Мне подумалось, что каждый день в прошлом добавляет что-то новое в копилку знаний, чего не вычитаешь в учебниках истории.
— Раз речь о чиновниках и переписке… Помните вы просили по возможности узнать о судьбе Ефима Севостьянова, задержанного вместе с вами? Я писал знакомцу в Иркутске и получил ответ.
— У вас, Лев Сергеевич, везде знакомцы…
— Важные друзья — для важных дел, говорил Грациан Бальтазар. Ну а приятели для повседневных. Так вот, мой давний приятель, которого забросило в Сибирь, написал мне, что Ефим ваш под арестом не задержался. Там скользкий момент был с хищением им старообрядческой книги псалмов, но к счастью раскольничьи книги полиция за ценное имущество не считает.

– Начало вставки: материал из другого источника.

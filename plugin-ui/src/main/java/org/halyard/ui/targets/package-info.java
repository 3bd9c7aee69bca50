/**
 * The target table: sortable and filterable, linked to the map (select, highlight, zoom), with the
 * analyst's interpretation (class, confidence, note) editable and saved back to the GeoPackage through
 * {@code org.halyard.io.GeoPackageEdits}.
 */
package org.halyard.ui.targets;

Вроде как потерялась она у них. А потому Ефим ныне на свободе, хоть и без права выезда из Иркутска. Он сейчас сторожем у статской советницы Морошкиной.

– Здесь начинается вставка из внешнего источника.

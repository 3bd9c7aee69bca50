package org.halyard.targets;

import org.halyard.grid.Grid;
import org.halyard.grid.GridGeometry;

/**
 * The cells of a grid that lie on the crest of an elongated ridge, with the ridge direction at each.
 *
 * <p><b>Algorithm:</b> at each cell above the threshold the Hessian (central differences) gives the
 * curvature across the ridge (its most negative eigenvalue, eigenvector n) and along it (the other). A cell
 * is a ridge cell when (1) the across curvature is negative and at least {@code minAnisotropy} times the
 * along curvature in magnitude, (2) the value is a maximum along n at one cell either side (bilinear), and
 * (3) the gradient along the ridge is small relative to the value. Test (3) is what separates a cable from
 * the flanks of a compact peak, where every cell is a maximum along the circle through it (differential
 * ridge definition after Eberly et al. 1994, J. Math. Imaging Vision 4, 353-373).
 *
 * <p><b>Limitations:</b> ridges narrower than about three cells are not resolved; blank cells and their
 * neighbours are never ridge cells.
 *
 * <p><b>Thread safety:</b> immutable after construction.
 */
public final class RidgeCells {

    private final Grid grid;
    private final boolean[] ridge;
    private final double[] direction;

    private RidgeCells(Grid grid, boolean[] ridge, double[] direction) {
        this.grid = grid;
        this.ridge = ridge;
        this.direction = direction;
    }

    /**
     * Finds the ridge cells of {@code grid} (any unit; x east, y north, row 0 north) that stand more than
     * {@code rise} above the local level {@code level} (same unit).
     */
    static RidgeCells find(Grid grid, LocalBackground level, double rise, LinearFeatureOptions o) {
        GridGeometry geo = grid.geometry();
        double h = geo.cellSize();
        boolean[] ridge = new boolean[geo.size()];
        double[] dir = new double[geo.size()];
        for (int r = 1; r < geo.rows() - 1; r++) {
            for (int c = 1; c < geo.columns() - 1; c++) {
                double f = grid.get(c, r);
                if (!(f > level.at(c, r) + rise)) {
                    continue;
                }
                double e = grid.get(c + 1, r), w = grid.get(c - 1, r);
                double n = grid.get(c, r - 1), s = grid.get(c, r + 1);
                // Row index runs south, so d/dy uses north minus south.
                double fx = (e - w) / (2 * h), fy = (n - s) / (2 * h);
                double fxx = (e - 2 * f + w) / (h * h), fyy = (n - 2 * f + s) / (h * h);
                double fxy = (grid.get(c + 1, r - 1) - grid.get(c - 1, r - 1) - grid.get(c + 1, r + 1)
                        + grid.get(c - 1, r + 1)) / (4 * h * h);
                double mean = 0.5 * (fxx + fyy);
                double rad = Math.hypot(0.5 * (fxx - fyy), fxy);
                double across = mean - rad, along = mean + rad;
                if (Double.isNaN(across) || !(across < 0) || Math.abs(across) < o.minAnisotropy() * Math.abs(along)) {
                    continue;
                }
                // Angle of the across eigenvector (from the x axis, counter-clockwise), then the along direction.
                double theta = 0.5 * Math.atan2(2 * fxy, fxx - fyy) + Math.PI / 2;
                double nx = Math.cos(theta), ny = Math.sin(theta);
                double x = geo.x(c), y = geo.y(r);
                if (grid.valueAt(x + nx * h, y + ny * h) > f || grid.valueAt(x - nx * h, y - ny * h) > f) {
                    continue;
                }
                double alongSlope = Math.abs(-ny * fx + nx * fy);
                if (alongSlope > o.maxAlongSlope() * f) {
                    continue;
                }
                int i = geo.index(c, r);
                ridge[i] = true;
                dir[i] = theta + Math.PI / 2;
            }
        }
        return new RidgeCells(grid, ridge, dir);
    }

    /** The grid the ridges were found on. */
    public Grid grid() {
        return grid;
    }

    /** Whether the cell at row-major index {@code i} is a ridge cell. */
    public boolean isRidge(int i) {
        return ridge[i];
    }

    /** Direction along the ridge at cell {@code i}, radians counter-clockwise from east, modulo pi. */
    public double direction(int i) {
        return direction[i];
    }

    /** Number of ridge cells. */
    public int count() {
        int n = 0;
        for (boolean b : ridge) {
            if (b) {
                n++;
            }
        }
        return n;
    }
}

— Анны Алексеевны? — припомнил я.
— Анны Алексеевны. А вы знакомы с госпожой статской советницей?
— Меня представляли ей, когда она посещала больницу, при которой я оказался. У Морошкиной в воспитанниках сын Ефима. Так что я могу быть за него спокоен.

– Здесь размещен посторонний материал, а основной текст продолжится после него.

package org.halyard.targets;

import org.halyard.grid.Grid;
import org.halyard.grid.GridGeometry;

/**
 * Smooths a grid with a Gaussian kernel that ignores blank cells.
 *
 * <p><b>Why:</b> a grid of line data is sharp on the lines and softer between them, and a grid from
 * crossing lines carries a fine checkerboard where tie and traverse lines disagree. Both ripple at the
 * sensor-track spacing and break ridges into beads and add false maxima. A Gaussian of standard deviation
 * s multiplies a ripple of wavelength L by exp(-2 pi^2 s^2 / L^2) (the Fourier transform of a Gaussian):
 * s = half the track spacing removes 99% of it and keeps anomalies a few metres wide.
 *
 * <p><b>Algorithm:</b> separable convolution, rows then columns, truncated at 3 s; each output is the
 * weighted mean of the non-blank cells in reach (normalised convolution, Knutsson and Westin 1993, CVPR,
 * 515-523), so blanks do not pull edges down. A blank cell stays blank.
 *
 * <p><b>Accuracy:</b> the kernel is sampled at cell centres and renormalised to unit sum; a linear trend
 * passes unchanged away from blanks and edges; a symmetric peak keeps its position.
 *
 * <p><b>Thread safety:</b> stateless.
 */
final class GaussianSmoother {

    private GaussianSmoother() {
    }

    /**
     * The grid smoothed by a Gaussian of standard deviation {@code sigmaM} metres (same unit as the grid's
     * values); the grid itself when {@code sigmaM} is under a tenth of a cell.
     */
    static Grid smooth(Grid g, double sigmaM) {
        GridGeometry geo = g.geometry();
        double s = sigmaM / geo.cellSize();
        if (!(s >= 0.1)) {
            return g;
        }
        int rad = (int) Math.ceil(3 * s);
        double[] w = new double[2 * rad + 1];
        for (int k = -rad; k <= rad; k++) {
            w[k + rad] = Math.exp(-0.5 * k * k / (s * s));
        }
        int nc = geo.columns(), nr = geo.rows();
        float[] in = g.toArray();
        // First pass keeps numerator and weight sum apart, so the second pass weights by data present.
        double[] num = new double[in.length], den = new double[in.length];
        for (int r = 0; r < nr; r++) {
            for (int c = 0; c < nc; c++) {
                double a = 0, b = 0;
                for (int k = Math.max(-rad, -c); k <= Math.min(rad, nc - 1 - c); k++) {
                    float v = in[r * nc + c + k];
                    if (!Float.isNaN(v)) {
                        a += w[k + rad] * v;
                        b += w[k + rad];
                    }
                }
                num[r * nc + c] = a;
                den[r * nc + c] = b;
            }
        }
        float[] out = new float[in.length];
        for (int r = 0; r < nr; r++) {
            for (int c = 0; c < nc; c++) {
                int i = r * nc + c;
                if (Float.isNaN(in[i])) {
                    out[i] = Float.NaN;
                    continue;
                }
                double a = 0, b = 0;
                for (int k = Math.max(-rad, -r); k <= Math.min(rad, nr - 1 - r); k++) {
                    a += w[k + rad] * num[i + k * nc];
                    b += w[k + rad] * den[i + k * nc];
                }
                out[i] = (float) (a / b);
            }
        }
        return Grid.wrap(geo, out);
    }
}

— И еще, может быть вам интересно. Помните вы боялись мести старшего Оченковского? Теперь можете быть покойны. Адам Оченковский представился еще прошлым летом, аккурат сразу после большого иркутского пожара. Сердце, знаете ли.
— Но как же? — я настолько удивился этому известию, что даже не мог подобрать слов.
— Так что вы напрасно покинули Иркутск… куда там не помню вы с кандальными отправились….
— На нас с Ефимов еще иваны охоту могли начать…
— Какие Иваны? — не понял Лев Сергеевич.
— Уголовники в авторитете.
— Уголовные, да в авторитете, — Ахвердов фыркнул как кот, так что даже его усы встопорщились. — Разбойники, они и есть разбойники. Каждый за себя.
— Ефим сказал, что иваны смерть Сашки Глаза не простят.
— «Ефим сказал»… Постоянно забываю, что вы во многих вопросах, что дитё малое. Ефим обыкновенный мужик. Для него эти разбойные атаманы страшная угроза и великая сила. А вам то что бояться? Сидели бы себе в Иркутске при больнице, как-то дальше бы и устроились. Хотя… Учитывая ваше беспамятство, на вас могли бы и поджог навесить. И какие еще нераскрытые преступления. Видоки бы нашлись… А вы бы по беспамятству и возразить бы ничего не смогли. Но то власти, а не какие-то «иваны».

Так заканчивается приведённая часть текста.